By analyzing existing cross correlation between Sandstorm Gold Ltd and MAG Silver Corp, you can compare the effects of market volatilities on Sandstorm Gold and MAG Silver and check how they will diversify away market risk if combined in the same portfolio for a given time horizon. You can also utilize pair trading strategies of matching a long position in Sandstorm Gold with a short position of MAG Silver. Check out your portfolio center. Please also check ongoing floating volatility patterns of Sandstorm Gold and MAG Silver.
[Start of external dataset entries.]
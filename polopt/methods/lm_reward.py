"""A Bradley–Terry reward model on a local causal LM: a linear scalar head on its last hidden state.

``r(x, y) = w . h(x, y) + b``, where ``h(x, y)`` (H,) is the model's last hidden state (the output of
its final layer and norm, transformers' ``base_model(...).last_hidden_state``) at the last real token
of prompt + response, the ids of :mod:`polopt.data.chat`'s token convention (plain rows end their
response with the end token, chat rows are rendered by the chat template). Reading a sequence's score
at its last token is common practice for sequence reward models.

The body is frozen: only ``w`` (H,) and ``b`` train, so each pair's two hidden states are computed
once, without gradients (:func:`hidden_features`), and the fit (:func:`fit_head`) is maximum likelihood
of Bradley–Terry, ``P(y_w > y_l | x) = sigmoid(r(x, y_w) - r(x, y_l))`` (Bradley & Terry, Rank analysis
of incomplete block designs, 1952), on those features: a logistic regression on feature differences,
convex in ``w`` (the bias cancels in every difference). Fine-tuning the body too would cost a forward
and backward pass of the whole model per step.

The file (:func:`polopt.methods.reward_model.save_reward_model`, kind ``local_lm``) holds the head
only; its identity names the model folder, a SHA-256 of its safetensors weights, the hidden width,
the vocabulary size and the context, so a file is refused for another model (:func:`load_lm_reward`).
"""

from __future__ import annotations

from pathlib import Path

import torch
from torch import nn
from torch.nn.utils.rnn import pad_sequence

from polopt.checkpoints.files import file_sha256
from polopt.data.chat import RowProblem, check_tokenizer, is_chat_row, pair_ids
from polopt.methods.reward_model import bradley_terry_nll, load_reward_model
from polopt.models.local_lm import PAD, load_model, load_tokenizer, model_folder
from polopt.models.logprobs import pack

Tensor = torch.Tensor
KIND = "local_lm"
FEATURE_BATCH = 64  # rows per forward pass of the frozen body


def weights_digest(path) -> str:
    """SHA-256 over the folder's safetensors files (sorted by name): which weights the head was fitted on."""
    files = sorted(Path(model_folder(path)).glob("*.safetensors"))
    return "+".join(file_sha256(f) for f in files)


def pad_rows(rows: list[list[int]]) -> Tensor:
    """Id lists as one right-padded (N, T) tensor, padding :data:`polopt.models.local_lm.PAD`."""
    return pad_sequence([torch.as_tensor(r, dtype=torch.long) for r in rows], batch_first=True, padding_value=PAD)


def hidden_features(model: nn.Module, prompt: Tensor, response: Tensor, *, batch: int = FEATURE_BATCH) -> Tensor:
    """The last hidden state at the last real token of prompt + response, without gradients.

    ``model``: a transformers causal LM; ``prompt`` (N, T_p), ``response`` (N, T_r) right-padded with
    :data:`PAD`. Returns (N, H).
    """
    out = []
    with torch.no_grad():
        for i in range(0, len(prompt), batch):
            tokens, _ = pack(prompt[i:i + batch], response[i:i + batch], pad_id=PAD)  # (B, T)
            real = tokens != PAD  # (B, T)
            last = real.sum(dim=1) - 1  # (B,) index of the last real token (right padding)
            hidden = model.base_model(input_ids=torch.where(real, tokens, 0),
                                      attention_mask=real.long()).last_hidden_state  # (B, T, H)
            out.append(hidden[torch.arange(len(tokens)), last])  # (B, H)
    return torch.cat(out).float()  # (N, H)


def new_head(width: int, *, seed: int = 0) -> nn.Linear:
    """The scalar head ``H -> 1``, started by torch's default initialisation under ``seed``."""
    with torch.random.fork_rng():
        torch.manual_seed(seed)
        return nn.Linear(width, 1)


def pair_loss(head: nn.Linear, winner: Tensor, loser: Tensor, *, l2: float = 0.0) -> Tensor:
    """Bradley–Terry negative log-likelihood of pairs of features, ``-mean log sigmoid(r_w - r_l)``
    (Bradley & Terry 1952), plus ``l2/2 ||w||^2`` where given. ``winner``, ``loser`` (B, H) -> scalar."""
    margin = head(winner).squeeze(-1) - head(loser).squeeze(-1)  # (B,) r_w - r_l
    loss = bradley_terry_nll(margin)
    return loss + 0.5 * l2 * (head.weight**2).sum() if l2 > 0 else loss


def fit_head(head: nn.Linear, winner: Tensor, loser: Tensor, *, steps: int, lr: float, l2: float = 0.0,
             batch_size: int | None = 256, seed: int = 0) -> list[float]:
    """Maximum likelihood of the head by Adam on features ``winner``, ``loser`` (N, H); the loss per step."""
    optimiser = torch.optim.Adam(head.parameters(), lr=lr)
    generator = torch.Generator().manual_seed(seed)
    history = []
    for _ in range(steps):
        index = torch.randperm(len(winner), generator=generator)[: batch_size or len(winner)]  # (B,)
        loss = pair_loss(head, winner[index], loser[index], l2=l2)
        optimiser.zero_grad()
        loss.backward()
        optimiser.step()
        history.append(float(loss.detach()))
    return history


class LMReward(nn.Module):
    """r(x, y) of token rows: the frozen causal LM's last hidden state through the scalar head.

    ``forward(prompt (B, T_p), response (B, T_r)) -> (B,)``, both right-padded with :data:`PAD`.
    """

    def __init__(self, model: nn.Module, head: nn.Linear):
        super().__init__()
        self.body = model.requires_grad_(False).eval()
        self.head = head

    def forward(self, prompt: Tensor, response: Tensor) -> Tensor:
        return self.head(hidden_features(self.body, prompt, response)).squeeze(-1)  # (B,)


def lm_identity(path, *, vocab_size: int, hidden_size: int, context: int, file: str | None = None) -> dict:
    """What a local-LM reward model must match: its model folder and weights, width, vocabulary, context
    (and, when fitting, the pair file)."""
    found = {"task": "pairs", "model": str(Path(path)), "weights": weights_digest(path), "vocab_size": vocab_size,
             "hidden_size": hidden_size, "context": context}
    return found if file is None else {**found, "path": file}


def load_lm_reward(path, *, key: str = "evaluate.reward") -> tuple[LMReward, object, int]:
    """The reward model in ``path`` (written by ``polopt reward task=pairs model=local_lm``), its tokenizer
    (with the chat template it was fitted with) and context; refused in one line where its model folder no
    longer holds the weights it was fitted on."""
    data = load_reward_model(path, {}, key=key)
    if data["kind"] != KIND:
        raise ValueError(f"{key}: {path} holds a reward model of kind {data['kind']!r}, not {KIND!r}")
    identity = data["identity"]
    body = load_model(identity["model"], field=f"{key} (its model folder)")
    load_reward_model(path, lm_identity(identity["model"], vocab_size=body.config.vocab_size,
                                        hidden_size=body.config.hidden_size, context=identity["context"]), key=key)
    tokenizer = load_tokenizer(identity["model"], field=f"{key} (its model folder)")
    if data.get("chat_template") is not None:
        tokenizer.chat_template = data["chat_template"]
    head = nn.Linear(body.config.hidden_size, 1)
    head.load_state_dict(data["state"]["head"])
    return LMReward(body, head), tokenizer, int(identity["context"])


def text_scores(reward: LMReward, tokenizer, context: int, prompts: list, responses: list[str]) -> tuple[list, list]:
    """r(x, y) of text rows (a prompt a string or messages) by the token convention, and the rows whose
    response was cut on the right to fit ``context``."""
    chat = [is_chat_row(x, y) for x, y in zip(prompts, responses, strict=True)]
    check_tokenizer(tokenizer, chat=any(chat), plain=not all(chat))
    rows, cut = [], []
    for i, (x, y) in enumerate(zip(prompts, responses, strict=True)):
        try:
            p, r, _ = pair_ids(tokenizer, x, y, y)
        except RowProblem as problem:
            raise ValueError(f"evaluate.reward: row {i} cannot be scored by the reward model: {problem}") from None
        room = context - len(p)  # the response is cut on the right to fit beside its prompt
        if room < 1:
            raise ValueError(f"evaluate.reward: prompt {i} has {len(p)} tokens, more than the reward model's context "
                             f"({context}) holds with a response")
        rows.append((p, r[:room]))
        if len(r) > room:
            cut.append(i)
    scores = reward(pad_rows([p for p, _ in rows]), pad_rows([r for _, r in rows]))  # (N,)
    return scores.tolist(), cut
Diversification Opportunities for Sandstorm Gold and MAG Silver
0.7 | Correlation Coefficient |
Poor diversification
The 3 months correlation between Sandstorm and MAG is 0.7. Overlapping area represents the amount of risk that can be diversified away by holding Sandstorm Gold Ltd and MAG Silver Corp in the same portfolio, assuming nothing else is changed. The correlation between historical prices or returns on MAG Silver Corp and Sandstorm Gold is a relative statistical measure of the degree to which these equity instruments tend to move together. The correlation coefficient measures the extent to which returns on Sandstorm Gold Ltd are associated (or correlated) with MAG Silver. Values of the correlation coefficient range from -1 to +1, where. The correlation of zero (0) is possible when the price movement of MAG Silver Corp has no effect on the direction of Sandstorm Gold i.e., Sandstorm Gold and MAG Silver go up and down completely randomly.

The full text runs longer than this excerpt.